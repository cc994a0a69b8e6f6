// src/input/multiples.ts: sensitivity multiples, the one reader of the settings
// block and of `cutline check --sensitivity`. Expectations are the module's
// rules (Cutline's own) and the cell rules of cells.ts for each entry.
import { parseArgs } from '../../src/cli/args';
import { parseCheckSpec } from '../../src/cli/checkFile';
import { errorLine } from '../../src/cli/errorLine';
import { CutlineError } from '../../src/engine';
import { readMultiples } from '../../src/input/multiples';
import { readSettings } from '../../src/input/settings';

const fromSettings = (text: string): number[] | string => {
  try {
    return readSettings([['sensitivity', text]]).sensitivity!;
  } catch (e) {
    return (e as Error).message;
  }
};
const fromCli = (text: string): number[] | string => {
  try {
    return parseCheckSpec(parseArgs(['check', 'x.csv', '--score', 's', '--treated', 't', '--outcome', 'y', '--cutoff', '0', '--sensitivity', text])).options.sensitivity!;
  } catch (e) {
    return errorLine(e as CutlineError);
  }
};

test('commas, semicolons or spaces between entries; off and none for no rerun', () => {
  expect(readMultiples('0.5,0.75,1,1.5,2', 'sensitivity')).toEqual([0.5, 0.75, 1, 1.5, 2]);
  expect(readMultiples(' 0.5, 1 ;2\u00a0 3e0\u200b', 'sensitivity')).toEqual([0.5, 1, 2, 3]);
  expect(readMultiples('OFF', 'sensitivity')).toEqual([]);
  expect(readMultiples('\u200bnone ', 'sensitivity')).toEqual([]);
});

test('a bad entry is named with the option: zero, negative, hexadecimal, Infinity, words, an empty entry', () => {
  const say = (text: string): string => {
    try {
      readMultiples(text, '--sensitivity');
    } catch (e) {
      expect(e).toBeInstanceOf(CutlineError);
      expect((e as CutlineError).argument).toBe('sensitivity');
      return (e as Error).message;
    }
    throw new Error('no error');
  };
  expect(say('0.5,x')).toBe('--sensitivity must be positive multiples separated by commas, or off; got "x"');
  expect(say('1,0')).toMatch(/; got "0"$/);
  expect(say('1,-2')).toMatch(/; got "-2"$/);
  expect(say('0x10')).toMatch(/; got "0x10"$/);
  expect(say('1,Infinity')).toMatch(/; got "Infinity"$/);
  expect(say('1,TRUE')).toMatch(/; got "TRUE"$/);
  expect(say('1,NA')).toMatch(/; got "NA"$/);
  expect(say('1,,2')).toMatch(/; got ""$/);
  expect(say('1e999')).toMatch(/; got "1e999"$/);
});

test('the settings block and --sensitivity accept and refuse the same texts, in the same words', () => {
  for (const text of ['0.5,1,2', '0.5; 1; 2', '0.5 1 2', 'off', 'None', '1,0x10', '1,,2', '0', '-1', 'two', '1,Infinity']) {
    const s = fromSettings(text);
    const c = fromCli(text);
    if (Array.isArray(s)) expect(c).toEqual(s);
    else {
      expect(s.replace(/^settings, row 1: sensitivity /, '')).toBe((c as string).replace(/^--sensitivity /, ''));
      expect(s).toMatch(/^settings, row 1: sensitivity must be positive multiples separated by commas, or off; got "/);
      expect(c).toMatch(/^--sensitivity must be positive multiples separated by commas, or off; got "/);
    }
  }
});
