// The cell rules of METHODS.md §1 (the contract itself is the source of these expectations).
import { cellLabel, cellNumber, decimalCommaHint, typedNumber } from '../../src/input/cells';

describe('cellNumber', () => {
  test('numbers, booleans and numeric text', () => {
    expect(cellNumber(3.5)).toBe(3.5);
    expect(cellNumber(' 12 ')).toBe(12);
    expect(cellNumber('-1.5e3')).toBe(-1500);
    expect(cellNumber(true)).toBe(1);
    expect(cellNumber('FALSE')).toBe(0);
    expect(cellNumber('true')).toBe(1);
  });
  test('missing markers', () => {
    for (const m of ['', '   ', 'NA', 'n/a', '#N/A', '.', null, undefined]) expect(cellNumber(m)).toBeNull();
  });
  test('blank-looking cells are missing, whatever the whitespace (issue 9)', () => {
    // NBSP, narrow NBSP, en/em/ideographic spaces, line breaks (a CSV "\n", Excel's Alt+Enter), BOM, zero-width space.
    for (const m of ['\u00a0', '\u202f', '\u2002', '\u2003', '\u3000', '\n', '\r\n', '\r', '\t\n ', '\ufeff', '\u200b', '\u0085', ' \u00a0NA\u00a0']) {
      expect(cellNumber(m)).toBeNull();
      expect(cellLabel(m)).toBeNull();
    }
    expect(cellNumber('\u00a012.5\u2003')).toBe(12.5);
    expect(cellNumber('\n1\n')).toBe(1);
  });
  test('no hexadecimal, binary or octal through leading whitespace of any kind', () => {
    for (const m of ['\u00a00x10', '\u30000x10', '\n0b11', '\u00a00o7', ' 0x10', '\u00a0Infinity']) expect(cellNumber(m)).toBeUndefined();
  });
  test('a decimal comma gets a hint', () => {
    expect(decimalCommaHint('3,5')).toContain('decimal comma');
    expect(decimalCommaHint('3,5')).toContain('(3.5)');
    expect(decimalCommaHint('-1.234,5')).toContain('(-1234.5)');
    expect(decimalCommaHint('abc')).toBe('');
    expect(decimalCommaHint('1,2,3')).toBe('');
  });
  test('not numbers', () => {
    for (const m of ['abc', '1,5', '0x1A', '0b11', 'Infinity', '-Infinity', '1e999', 'NaN', Infinity, NaN]) {
      expect(cellNumber(m)).toBeUndefined();
    }
  });
});

describe('cellLabel', () => {
  test('labels trim and treat markers as missing', () => {
    expect(cellLabel(' N01 ')).toBe('N01');
    expect(cellLabel(7)).toBe('7');
    expect(cellLabel('NA')).toBeNull();
    expect(cellLabel('')).toBeNull();
  });
});

// typedNumber: a number typed in a field or list (command-line options, task-pane fields, multiples).
test('typedNumber: decimal text by the cell rules; hexadecimal, Infinity, words and blanks are not numbers', () => {
  expect(typedNumber(' 60 ')).toBe(60);
  expect(typedNumber('\u200b-1.5e2\u00a0')).toBe(-150);
  expect(typedNumber('.5')).toBe(0.5);
  for (const t of ['0x10', '0b1', '0o7', 'Infinity', '-Infinity', '1e999', 'TRUE', 'NA', '', '\u200b', '1,5', 'sixty']) expect(typedNumber(t)).toBeUndefined();
});
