// src/functions/call.ts: the shared reading of a call. Equal cells in new
// arrays (as Excel passes them at each recalculation) give the very same
// column arrays, so the engine's per-array memories hit; results are
// remembered by key; arguments are checked by name.
import { hashCells } from '../../src/functions/cache';
import { bandwidthArgument, cacheSizes, flagArgument, forgetAll, numberArgument, rangesKey, readRanges, remembered } from '../../src/functions/call';
import { CutlineError } from '../../src/engine';
import { prepareCall } from '../../src/functions/prepare';
import { RangeInputError } from '../../src/input/range';

const col = (...cells: unknown[]): unknown[][] => cells.map((c) => [c]);
const specs = (score: unknown[][], treated: unknown[][]) => [
  { argument: 'score', cells: score, position: 0 },
  { argument: 'treated', cells: treated, position: 1, binary: true },
];

beforeEach(() => forgetAll());

test('equal contents share one prepared column; cells that mean the same too', () => {
  const read = (s: ReturnType<typeof specs>) => readRanges(s, rangesKey(s));
  const a = read(specs(col('score', 1, 2, 3, ''), col(0, 1, 1, null)));
  const b = read(specs(col(1, 2, 3), col(false, true, 'TRUE', '')));
  // Different cells, so different call keys; the same contents, so the same arrays.
  expect(rangesKey(specs(col(1, 2, 3), col(false, true, 'TRUE', '')))).not.toBe(rangesKey(specs(col('score', 1, 2, 3, ''), col(0, 1, 1, null))));
  expect(b[0].values).toBe(a[0].values);
  expect(b[1].values).toBe(a[1].values);
  expect(cacheSizes()).toEqual({ calls: 2, columns: 2, results: 0 });
  // Equal cells in new arrays: the same call key, nothing read again.
  expect(read(specs(col(1, 2, 3), col(false, true, 'TRUE', '')))).toBe(b);
  const c = read(specs(col(1, 2, 4), col(0, 1, 1)));
  expect(c[0].values).not.toBe(a[0].values);
  expect(c[1].values).toBe(a[1].values);
});

test('the cells key changes with any cell, its kind, or the shape', () => {
  const base = [[1], [2.5], [''], [null], ['NA'], [true], [{ code: '#N/A' }]];
  const key = hashCells(base);
  expect(hashCells(base.map((r) => [...r]))).toBe(key);
  const variants: unknown[][][] = [
    [[1], [2.5000000000000004], [''], [null], ['NA'], [true], [{ code: '#N/A' }]],
    [[1], [2.5], [null], [null], ['NA'], [true], [{ code: '#N/A' }]],
    [[1], [2.5], [''], [null], ['NB'], [true], [{ code: '#N/A' }]],
    [[1], [2.5], [''], [null], ['NA'], [1], [{ code: '#N/A' }]],
    [[1], [2.5], [''], [null], ['NA'], [false], [{ code: '#N/A' }]],
    [[1], [2.5], [''], [null], ['NA'], [true], [{ code: '#DIV/0!' }]],
    [[1, 2.5, '', null, 'NA', true, { code: '#N/A' }]],
    [[-0], [2.5], [''], [null], ['NA'], [true], [{ code: '#N/A' }]],
  ];
  expect(new Set([key, ...variants.map(hashCells)]).size).toBe(variants.length + 1);
});

test('a result is computed once per key', () => {
  let n = 0;
  expect(remembered('k', () => ++n)).toBe(1);
  expect(remembered('k', () => ++n)).toBe(1);
  expect(remembered('other', () => ++n)).toBe(2);
});

test('number, bandwidth and flag arguments', () => {
  expect(numberArgument('cutoff', 60)).toBe(60);
  expect(numberArgument('cutoff', ' 60 ')).toBe(60);
  expect(() => numberArgument('cutoff', null)).toThrow(new RangeInputError('cutoff must be a number; it is empty', 'cutoff'));
  expect(bandwidthArgument(null)).toBeUndefined();
  expect(bandwidthArgument(8)).toBe(8);
  expect(() => bandwidthArgument(0)).toThrow(/bandwidth must be a positive number; it is 0/);
  expect([flagArgument(null), flagArgument(true), flagArgument(0), flagArgument('true')]).toEqual([false, true, false, true]);
  expect(() => flagArgument('yes')).toThrow('detail must be TRUE or FALSE; it is "yes"');
});

test('an engine error about a row of an argument names the cell (title rows counted)', () => {
  const c = prepareCall(
    'EFFECT',
    {
      ranges: [
        { argument: 'score', cells: col('score', 1, 2, 3), position: 0 },
        { argument: 'outcome', cells: col('bill', 5, 6, 7), position: 2 },
      ],
      cutoff: 2,
      settings: null,
      settingsPosition: 5,
      detail: null,
    },
    { parameterAddresses: ['C1:C4', 'D1:D4', 'E1:E4'] },
  );
  const engineError = Object.assign(new CutlineError('not a finite number'), { code: 'bad-value', argument: 'outcome', index: 2 });
  expect(() => c.result(() => { throw engineError; })).toThrow(new RangeInputError('outcome: cell E4: not a finite number', 'outcome'));
  const other = Object.assign(new CutlineError('no unit below the cutoff'), { code: 'empty-side', argument: 'cutoff' });
  expect(() => c.result(() => { throw other; })).toThrow(other);
});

☆ ☆ ☆

- [EXERCISE BRIEF]:
Show all lines above holding "with".

- [SOLVED PROBLEM]:
test('a bad entry is named with the option: zero, negative, hexadecimal, Infinity, words, an empty entry', () => {
test('the cells key changes with any cell, its kind, or the shape', () => {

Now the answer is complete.